We need to consider both the nature of the material and the nature of sunlight in order to understand the operation of a PV cell. Solar cells consist of two types of material, first often p-type silicon and secondly n-type silicon. Wavelengths o f a certain lights able to ionize the atoms in the silicon and the internal field produced by the junction separates some of the positive charges (holes) from the negative charges (electrons) within the photovoltaic device. The holes are swept into the positive layer and the electrons are swept into the negative layer. Although these opposite charges are attracted to each other, because of the internal potential energy barrier most of them can only rejoin by passing through an external circuit outside the material. Therefore if a circuit is made, power can be produced from the cells with lighting, so the free electrons have to pass through the load to rejoin with the positive holes. The power gained from a PV device is regulated by;
1-First, the type and area of the material,
2- Second, the wavelength of the sunlight,
3- Third the intensity of the sunlight.
Single crystal silicon solar cells can not convert more than 25% of the solar energy into electricity, because of the radiation in the infrared region of the electromagnetic spectrum does not have enough energy to separate the positive and negative charges in the material. Because of the higher internal energy losses than a single crystal silicon, polycrystalline silicon solar cells have an efficiency of less than 20% and amorphous silicon cells are presently about 10% efficient. A typical single crystal silicon PV cell of 100cm2 can produce about 1.5 watts of power at 0.5 volts DC and 3 amps under full sunlight (1000wm-2 ) . The power output of the cell is directly proportional to the intensity of the sunlight.
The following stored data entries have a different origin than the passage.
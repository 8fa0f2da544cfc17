package aislecast.jobs.io;

import java.io.PrintWriter;
import java.io.Writer;
import java.math.BigDecimal;
import java.math.MathContext;
import java.time.Clock;
import java.time.Instant;
import java.time.temporal.ChronoUnit;
import java.util.Locale;
import java.util.regex.Pattern;

/**
 * Where a job's status and progress lines go (DESIGN section 8). Two forms:
 *
 * <ul>
 *   <li>text, for people: lines as the job writes them; progress as a bar redrawn in place with
 *       {@code \r} on a terminal, or one line per update when the output is a file or pipe;
 *   <li>kv, for log collectors: every line is one record {@code ts=... level=info job=estimate
 *       event=... key=value ... msg="..."}, values quoted only when they hold spaces, quotes or
 *       '='.
 * </ul>
 *
 * <p>{@code auto} picks text on a terminal ({@link System#console()} present) and kv otherwise.
 * Jobs write free text to {@link #out()} and progress through {@link #progress}; in kv form each
 * text line becomes an {@code event=message} record.
 */
public final class RunLog {

  /** The {@code --log-format} values. */
  public enum Format {
    AUTO,
    TEXT,
    KV;

    /** Case-insensitive name; IllegalArgumentException naming the choices otherwise. */
    public static Format parse(String s) {
      for (Format f : values()) {
        if (f.name().equalsIgnoreCase(s.trim())) {
          return f;
        }
      }
      throw new IllegalArgumentException("expected auto, text or kv, got '" + s + "'");
    }
  }

  /**
   * One progress update: {@code done} of {@code total} units (e.g. sweeps) in {@code phase},
   * seconds elapsed and estimated to go (NaN: unknown), and for estimation the worst R-hat over
   * the global parameters so far and its parameter (NaN and null when there is none yet).
   */
  public record Progress(String unit, int done, int total, String phase, double elapsedSeconds,
      double etaSeconds, double worstRhat, String worstParameter) {}

  private static final Pattern BARE = Pattern.compile("[A-Za-z0-9_.:/@+,*\\[\\]()-]+");
  private static final int BAR_WIDTH = 24;

  private final String job;
  private final boolean kv;
  private final boolean redraw;
  private final PrintWriter sink;
  private final Clock clock;
  private final PrintWriter lines;
  private boolean barOpen;
  private int lastBarLength;

  RunLog(String job, boolean kv, boolean redraw, PrintWriter sink, Clock clock) {
    this.job = job;
    this.kv = kv;
    this.redraw = redraw;
    this.sink = sink;
    this.clock = clock;
    this.lines = new PrintWriter(new LineWriter(), true);
  }

  /** The log of {@code job} in format {@code f} ({@code auto} looks for a terminal). */
  public static RunLog create(String job, Format f, PrintWriter sink) {
    boolean terminal = System.console() != null;
    boolean kv = f == Format.KV || (f == Format.AUTO && !terminal);
    return new RunLog(job, kv, !kv && terminal, sink, Clock.systemUTC());
  }

  /** Text lines, one line per progress update (library callers and tests). */
  public static RunLog plain(String job, PrintWriter sink) {
    return new RunLog(job, false, false, sink, Clock.systemUTC());
  }

  public boolean structured() {
    return kv;
  }

  /** Free text for the user; in kv form each line becomes one {@code event=message} record. */
  public PrintWriter out() {
    return lines;
  }

  /**
   * A status line: {@code message} in text form; in kv form a record with {@code event} and
   * the given key-value pairs (keys and values alternate), then {@code msg}.
   */
  public synchronized void info(String event, String message, Object... keyValues) {
    if (kv) {
      Object[] all = new Object[keyValues.length + 2];
      System.arraycopy(keyValues, 0, all, 0, keyValues.length);
      all[keyValues.length] = "msg";
      all[keyValues.length + 1] = message;
      record("info", event, all);
    } else {
      endBar();
      sink.println(message);
      sink.flush();
    }
  }

  /** A progress update: a record, a redrawn bar or a line (see the class comment). */
  public synchronized void progress(Progress p) {
    if (kv) {
      record("info", p.unit(), p.unit(), p.done(), "of", p.total(), "phase", p.phase(),
          "elapsed_s", round1(p.elapsedSeconds()), "eta_s", round1(p.etaSeconds()),
          "worst_rhat", p.worstRhat(), "worst_parameter", p.worstParameter());
    } else if (redraw) {
      String bar = bar(p);
      // pad with spaces so a shorter redraw leaves nothing of the longer one
      String pad = " ".repeat(Math.max(0, lastBarLength - bar.length()));
      sink.print("\r" + bar + pad);
      lastBarLength = bar.length();
      barOpen = true;
      if (p.done() >= p.total()) {
        endBar();
      }
    } else {
      sink.println(line(p));
    }
    sink.flush();
  }

  /** Ends an open progress bar with a newline so the next line starts clean. */
  public synchronized void endBar() {
    if (barOpen) {
      sink.println();
      barOpen = false;
      lastBarLength = 0;
    }
  }

  /**
   * The bar drawn on a terminal, e.g. {@code "  sweep  12/60 [####--------------------]  20%
   * warmup  elapsed 0:00:04  eta 0:00:16  worst R-hat 1.420 (lambda)"}.
   */
  static String bar(Progress p) {
    int filled = p.total() <= 0 ? 0
        : (int) Math.min(BAR_WIDTH, (long) BAR_WIDTH * p.done() / p.total());
    int pct = p.total() <= 0 ? 0 : (int) (100L * p.done() / p.total());
    int digits = Integer.toString(p.total()).length();
    return String.format(Locale.ROOT, "  %s %" + digits + "d/%d [%s%s] %3d%%  %s  elapsed %s  eta %s%s",
        p.unit(), p.done(), p.total(), "#".repeat(filled), "-".repeat(BAR_WIDTH - filled), pct,
        p.phase(), clock(p.elapsedSeconds()), clock(p.etaSeconds()), rhat(p));
  }

  /** The line written per update when not redrawing. */
  static String line(Progress p) {
    return String.format(Locale.ROOT, "  %s %d of %d (%s)  elapsed %s  eta %s%s", p.unit(),
        p.done(), p.total(), p.phase(), clock(p.elapsedSeconds()), clock(p.etaSeconds()),
        rhat(p));
  }

  private static String rhat(Progress p) {
    if (p.worstParameter() == null && Double.isNaN(p.worstRhat())) {
      return "";
    }
    return Double.isNaN(p.worstRhat()) ? "  worst R-hat - (no kept draws yet)"
        : String.format(Locale.ROOT, "  worst R-hat %.3f (%s)", p.worstRhat(),
            p.worstParameter());
  }

  /** {@code h:mm:ss}, or "-" when unknown. */
  public static String clock(double seconds) {
    if (!Double.isFinite(seconds)) {
      return "-";
    }
    long s = Math.round(seconds);
    return String.format(Locale.ROOT, "%d:%02d:%02d", s / 3600, (s / 60) % 60, s % 60);
  }

  private static double round1(double v) {
    return Double.isFinite(v) ? Math.round(v * 10) / 10.0 : v;
  }

  /** Writes one kv record; null, empty and non-finite values are left out. */
  private void record(String level, String event, Object... keyValues) {
    endBar();
    sink.println(format(Instant.now(clock), level, job, event, keyValues));
    sink.flush();
  }

  /** One record as a line (no line break inside: breaks in values are escaped). */
  static String format(Instant ts, String level, String job, String event,
      Object... keyValues) {
    StringBuilder b = new StringBuilder();
    b.append("ts=").append(ts.truncatedTo(ChronoUnit.MILLIS))
        .append(" level=").append(level)
        .append(" job=").append(value(job))
        .append(" event=").append(value(event));
    for (int i = 0; i + 1 < keyValues.length; i += 2) {
      Object v = keyValues[i + 1];
      if (v == null || "".equals(v) || (v instanceof Double d && !Double.isFinite(d))) {
        continue;
      }
      b.append(' ').append(keyValues[i]).append('=').append(value(v));
    }
    return b.toString();
  }

  private static String value(Object v) {
    String s;
    if (v instanceof Double d) {
      s = BigDecimal.valueOf(d).round(new MathContext(6)).stripTrailingZeros().toPlainString();
    } else {
      s = String.valueOf(v);
    }
    if (BARE.matcher(s).matches()) {
      return s;
    }
    StringBuilder q = new StringBuilder("\"");
    for (char c : s.toCharArray()) {
      switch (c) {
        case '"' -> q.append("\\\"");
        case '\\' -> q.append("\\\\");
        case '\n' -> q.append("\\n");
        case '\r' -> q.append("\\r");
        case '\t' -> q.append("\\t");
        default -> q.append(c);
      }
    }
    return q.append('"').toString();
  }

  /** The writer behind {@link #out()}: passes text through, or turns each line into a record. */
  private final class LineWriter extends Writer {
    private final StringBuilder pending = new StringBuilder();

    @Override
    public void write(char[] cbuf, int off, int len) {
      if (!kv) {
        if (len > 0) {
          endBar();
        }
        sink.write(cbuf, off, len);
        return;
      }
      for (int i = off; i < off + len; i++) {
        char c = cbuf[i];
        if (c == '\n') {
          emit();
        } else if (c != '\r') {
          pending.append(c);
        }
      }
    }

    private void emit() {
      String text = pending.toString().strip();
      pending.setLength(0);
      if (!text.isEmpty()) {
        record("info", "message", "msg", text);
      }
    }

    @Override
    public void flush() {
      sink.flush();
    }

    @Override
    public void close() {
      if (kv && pending.length() > 0) {
        emit();
      }
      sink.flush();
    }
  }
}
It means for example, if the intensity of the sunlight is halved the power will also be halved. Another important feature of PV cells is that the voltage of the cell does not depend on its size, and remains fairly constant with changing light intensity. However, the current in a device is almost directly depend to light intensity and size. When we look different sized cells, we need to record the current density, or amps per square centimeter of cell area. To increase the power output of a solar cell, it should keep the PV device directly facing the sun, or by concentrating the sunlight using lenses or mirrors. However, there are limits to this process, due to the complexity of the mechanisms, and the need to cool the cells. Temperature affects the voltage. The current output is relatively constant at higher temperatures, but the voltage is reduced, leading to a drop in power as the cell temperature is increased.